Work to be completed – Once the line containing "client: Text | None = None" is found in the records below, return it and each following line exactly, up to and including the line containing "burned in a", and nothing else.

Collected data:
@dataclass(frozen=True, slots=True)
class Test:
    """Identity of the test."""

    facility: Text
    unit_tested: Text
    authority: Text
    testing_firm: Text
    test_lead: Text
    test_date: Given[date]
    time_zone: Text
    facility_address: Text | None = None
    stack: Text | None = None
    control_equipment: Text | None = None
    capacity: Text | None = None
    permit_number: Text | None = None
    client: Text | None = None
    team: Text | None = None
    observers: Text | None = None
    reviewer: Text | None = None
    last_test_day: Given[date] | None = None
    purpose: Text | None = None
    protocol_reference: Text | None = None
    approvals: Text | None = None
    reading_stamp: Text | None = None
    logging_interval: Real | None = None
    unit_system: Text | None = None
    report_number: Text | None = None
    revision: Text | None = None
    status: Text | None = None
    clock_note: Text | None = None
    not_detected_counted_as: Text | None = None
    synthetic: Text | None = None
    extra: tuple[ExtraItem, ...] = ()

    __test__ = False


@dataclass(frozen=True, slots=True)
class Location:
    """Duct and sampling plane."""

    duct_shape: Text | None = None
    diameter: Real | None = None
    width: Real | None = None
    depth: Real | None = None
    disturbance_upstream: Real | None = None
    disturbance_downstream: Real | None = None
    ports: Text | None = None
    elevation: Real | None = None
    barometer_height: Real | None = None
    pitot_factor: Real | None = None
    extra: tuple[ExtraItem, ...] = ()


@dataclass(frozen=True, slots=True)
class FuelRow:
    """A fuel burned; an analysis is by weight."""

    place: Place
    fuel: Text
    factor_source: Text
    share_of_heat_input: Real | None = None
    carbon: Real | None = None
    hydrogen: Real | None = None
    nitrogen: Real | None = None
    sulfur: Real | None = None
    oxygen: Real | None = None
    water: Real | None = None
    ash: Real | None = None
    gross_heating_value: Real | None = None
    analysis_basis: Text | None = None
    laboratory: Text | None = None
    sample: Text | None = None


@dataclass(frozen=True, slots=True)
class FuelComponent:
    """One component of a gas fuel."""

    place: Place
    fuel: Text
    component: Text
    mole_fraction: Real


@dataclass(frozen=True, slots=True)
class FuelUse:
    """Fuel burned in a run."""

    place: Place
    run: Text
    fuel: Text
    meter_start: Real | None = None
    meter_end: Real | None = None
    rate: Real | None = None
    meter_factor: Real | None = None
    base_temperature: Real | None = None
    base_pressure: Real | None = None
    heating_value: Real | None = None
    heating_value_kind: Text | None = None


@dataclass(frozen=True, slots=True)
class Channel:
    """One analyzer channel; `gas` is a key of the gas table, `unit` of the readings."""

    place: Place
    channel: Text
    gas: Text
    unit: Given[ReadUnit]
    moisture_basis: Given[MoistureBasis]
    calibration_span: Real | None = None
    method: Text | None = None
    system: Given[SamplingSystem] | None = None
    dilution_factor: Real | None = None
    analyzer: Text | None = None
    serial_number: Text | None = None
    standard_uncertainty: Real | None = None
    detection_limit: Real | None = None
    response_time_up: Real | None = None
    response_time_down: Real | None = None

    @property
    def key(self) -> str:
        """The channel's segment of ledger keys."""
        return slug(self.channel.value)


@dataclass(frozen=True, slots=True)
class Cylinder:
    """One gas of one calibration cylinder."""

    place: Place
    cylinder: Text
    gas: Text
    certified_value: Real
    unit: Given[ReadUnit] | None = None
    kind: Text | None = None
    uncertainty: Real | None = None
    expires: Given[date] | None = None
    producer: Text | None = None
    assay_date: Given[date] | None = None
    balance_gas: Text | None = None
    pressure: Real | None = None
    certificate_number: Text | None = None


@dataclass(frozen=True, slots=True)
class Calibration:
    """One reading of a calibration gas."""

    place: Place
    time: Moment
    channel: Text
    route: Given[Route]
    level: Given[Level]
    reading: Real
    cylinder: Text | None = None
    certified_value: Real | None = None
    run: Text | None = None
    when: Given[When] | None = None


@dataclass(frozen=True, slots=True)
class Run:
    """One run."""

    place: Place
    run: Text
    start: Moment
    end: Moment
    group: Text | None = None
    load: Real | None = None
    load_unit: Text | None = None
    load_basis: Real | None = None
    output: Real | None = None
    output_kind: Text | None = None
    heat_input: Real | None = None
    heat_input_source: Text | None = None
    moisture: Real | None = None
    moisture_source: Text | None = None
    ambient_moisture: Real | None = None
    ambient_temperature: Real | None = None
    relative_humidity: Real | None = None
    stack_flow: Real | None = None
    flow_basis: Text | None = None
    flow_standard_temperature: Real | None = None
    flow_standard_pressure: Real | None = None
    stack_temperature: Real | None = None
    static_pressure: Real | None = None
    barometric_pressure: Real | None = None
    installed_monitor_mean: Real | None = None
    excluded_because: Text | None = None
    approval_reference: Text | None = None

    @property
    def key(self) -> str:
        """The run's segment of ledger keys, e.g. ``1``."""
        return slug(self.run.value)


@dataclass(frozen=True, slots=True)
class Point:
    """A sampling point visited (kept and printed)."""

    place: Place
    run: Text
    point: Text
    distance: Real | None = None
    from_time: Moment | None = None
    until: Moment | None = None


@dataclass(frozen=True, slots=True)
class MoistureTrain:
    """One condenser train of a run (Method 4)."""

    place: Place
    run: Text
    meter_volume_start: Real | None = None
    meter_volume_end: Real | None = None
    meter_factor: Real | None = None
    meter_temperature: Real | None = None
    meter_pressure: Real | None = None
    water_collected: Real | None = None
    silica_gel_gain: Real | None = None


@dataclass(frozen=True, slots=True)
class TraverseReading:
    """One pitot reading (kept and printed)."""

    place: Place
    run: Text
    point: Text
    velocity_pressure: Real
    stack_temperature: Real | None = None
    null_angle: Real | None = None


@dataclass(frozen=True, slots=True)
class ParticulateTrain:
    """One filter train of a run (kept and printed)."""

    place: Place
    run: Text
    nozzle_diameter: Real | None = None
    sampling_time: Real | None = None
    mass_collected: Real | None = None
    blank: Real | None = None
    leak_rate_before: Real | None = None
    leak_rate_after: Real | None = None
    meter_volume_start: Real | None = None
    meter_volume_end: Real | None = None
    meter_factor: Real | None = None
    meter_temperature: Real | None = None
    meter_pressure: Real | None = None
    water_collected: Real | None = None
    silica_gel_gain: Real | None = None


@dataclass(frozen=True, slots=True)
class DilutionCheck:
    """One level of a gas divider check (kept and printed)."""

    place: Place
    level: Text
    predicted: Real | None = None
    injection_1: Real | None = None
    injection_2: Real | None = None
    injection_3: Real | None = None


@dataclass(frozen=True, slots=True)
class Analysis:
    """One laboratory or bag result (kept and printed)."""

    place: Place
    run: Text
    gas: Text
    value: Real
    unit: Given[ReadUnit] | None = None
    moisture_basis: Given[MoistureBasis] | None = None
    method: Text | None = None
    sample: Text | None = None
    flag: Text | None = None


@dataclass(frozen=True, slots=True)
class ProcessLog:
    """Logged process readings: column names with units and letters, rows of (time, values) with their numbers."""

    columns: tuple[str, ...] = ()
    units: tuple[ReadUnit | None, ...] = ()
    times: tuple[datetime, ...] = ()
    values: tuple[tuple[float | str | None, ...], ...] = ()
    place: Place = field(default_factory=Place)
    letters: tuple[str, ...] = ()
    rows: tuple[int, ...] = ()


@dataclass(frozen=True, slots=True)
class Limit:
    """One limit as the user entered it from the permit or rule."""

    place: Place
    limit_id: Text
    pollutant: Text
    limit: Real
    unit: Given[ReadUnit]
    relation: Text | None = None
    applies_when: Text | None = None
    moisture_basis: Given[MoistureBasis] | None = None
    diluent: Text | None = None
    reference_oxygen: Real | None = None
    reference_carbon_dioxide: Real | None = None
    oxygen_constant: Real | None = None
    standard_temperature: Real | None = None
    standard_pressure: Real | None = None
    expressed_as: Text | None = None
    factor_table: Text | None = None
    mass_rate_route: Text | None = None
    averaging: Text | None = None
    runs_required: Real | None = None
    minimum_run_length: Real | None = None
    decision_rule: Text | None = None
    rounding: Text | None = None
    authority: Text | None = None
    citation: Text | None = None
    in_force_from: Given[date] | None = None
    in_force_until: Given[date] | None = None
    entered_by: Text | None = None
    entered_on: Given[date] | None = None

    @property
    def key(self) -> str:
        """The limit's segment of ledger keys."""
        return slug(self.limit_id.value)


@dataclass(frozen=True, slots=True)
class Event:
    """Something that happened."""

    place: Place
    time: Moment
    what: Text
    until: Moment | None = None
    run: Text | None = None
    readings_excluded: Given[bool] | None = None
    reason: Text | None = None


@dataclass(frozen=True, slots=True)
class Attachment:
    """A document that belongs to the report; `file` is a path relative to the field workbook."""

    place: Place
    file: Text
    what: Text
    content_line: Text | None = None


@dataclass(frozen=True, slots=True)
class SourceFile:
    """An input file: base name, SHA-256, size in bytes and its bytes."""

    name: str
    sha256: str
    size: int
    content: bytes = field(default=b"", repr=False)


@dataclass(frozen=True, slots=True)
class SheetCopy:
    """A sheet as it was read, for the report's appendix: header texts and rows of cell texts."""

    sheet: str
    header: tuple[str, ...]
    rows: tuple[tuple[str, ...], ...]
    hidden: bool = False


@dataclass(frozen=True, slots=True)
class Record:
    """The whole test as entered; `source` is the field workbook or JSON record, `sources` all files of a folder.

    `prepared` says what was done to readings and process log before they stood here: averages, clocks, units.
    """

    test: Test
    channels: tuple[Channel, ...]
    readings: Readings
    runs: tuple[Run, ...]
    location: Location = field(default_factory=Location)
    fuels: tuple[FuelRow, ...] = ()
    fuel_gas: tuple[FuelComponent, ...] = ()
    fuel_use: tuple[FuelUse, ...] = ()
    cylinders: tuple[Cylinder, ...] = ()
    calibrations: tuple[Calibration, ...] = ()
    points: tuple[Point, ...] = ()
    moisture: tuple[MoistureTrain, ...] = ()
    traverse: tuple[TraverseReading, ...] = ()
    particulate: tuple[ParticulateTrain, ...] = ()
    dilution_check: tuple[DilutionCheck, ...] = ()
    analyses: tuple[Analysis, ...] = ()
    process: ProcessLog = field(default_factory=ProcessLog)
    limits: tuple[Limit, ...] = ()
    events: tuple[Event, ...] = ()
    attachments: tuple[Attachment, ...] = ()
    source: SourceFile = field(default_factory=lambda: SourceFile("", "", 0))
    sheets: tuple[SheetCopy, ...] = ()
    sources: tuple[SourceFile, ...] = ()
    prepared: tuple[str, ...] = ()

    @property
    def inputs(self) -> tuple[SourceFile, ...]:
        """Every file the test was read from: the field workbook, and the loggers' files of a folder."""
        return self.sources or (self.source,)

    @property
    def system(self) -> System:
        """The unit system of the test (US unless entered otherwise)."""
        return System(text_of(self.test.unit_system, "US"))

    def channel(self, name: str) -> Channel:
        """The channel of that name (`RecordError` if there is none)."""
        for channel in self.channels:
            if channel.channel.value == name:
                return channel
        raise RecordError(f"no channel is named {name!r}")

    def cylinder(self, name: str, gas: str) -> Cylinder | None:
        """The certificate of a gas in a cylinder."""
        for cylinder in self.cylinders:
            if cylinder.cylinder.value == name and cylinder.gas.value == gas:
                return cylinder
        return None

Output –
    client: Text | None = None
    team: Text | None = None
    observers: Text | None = None
    reviewer: Text | None = None
    last_test_day: Given[date] | None = None
    purpose: Text | None = None
    protocol_reference: Text | None = None
    approvals: Text | None = None
    reading_stamp: Text | None = None
    logging_interval: Real | None = None
    unit_system: Text | None = None
    report_number: Text | None = None
    revision: Text | None = None
    status: Text | None = None
    clock_note: Text | None = None
    not_detected_counted_as: Text | None = None
    synthetic: Text | None = None
    extra: tuple[ExtraItem, ...] = ()

    __test__ = False


@dataclass(frozen=True, slots=True)
class Location:
    """Duct and sampling plane."""

    duct_shape: Text | None = None
    diameter: Real | None = None
    width: Real | None = None
    depth: Real | None = None
    disturbance_upstream: Real | None = None
    disturbance_downstream: Real | None = None
    ports: Text | None = None
    elevation: Real | None = None
    barometer_height: Real | None = None
    pitot_factor: Real | None = None
    extra: tuple[ExtraItem, ...] = ()


@dataclass(frozen=True, slots=True)
class FuelRow:
    """A fuel burned; an analysis is by weight."""

    place: Place
    fuel: Text
    factor_source: Text
    share_of_heat_input: Real | None = None
    carbon: Real | None = None
    hydrogen: Real | None = None
    nitrogen: Real | None = None
    sulfur: Real | None = None
    oxygen: Real | None = None
    water: Real | None = None
    ash: Real | None = None
    gross_heating_value: Real | None = None
    analysis_basis: Text | None = None
    laboratory: Text | None = None
    sample: Text | None = None


@dataclass(frozen=True, slots=True)
class FuelComponent:
    """One component of a gas fuel."""

    place: Place
    fuel: Text
    component: Text
    mole_fraction: Real


@dataclass(frozen=True, slots=True)
class FuelUse:
    """Fuel burned in a run."""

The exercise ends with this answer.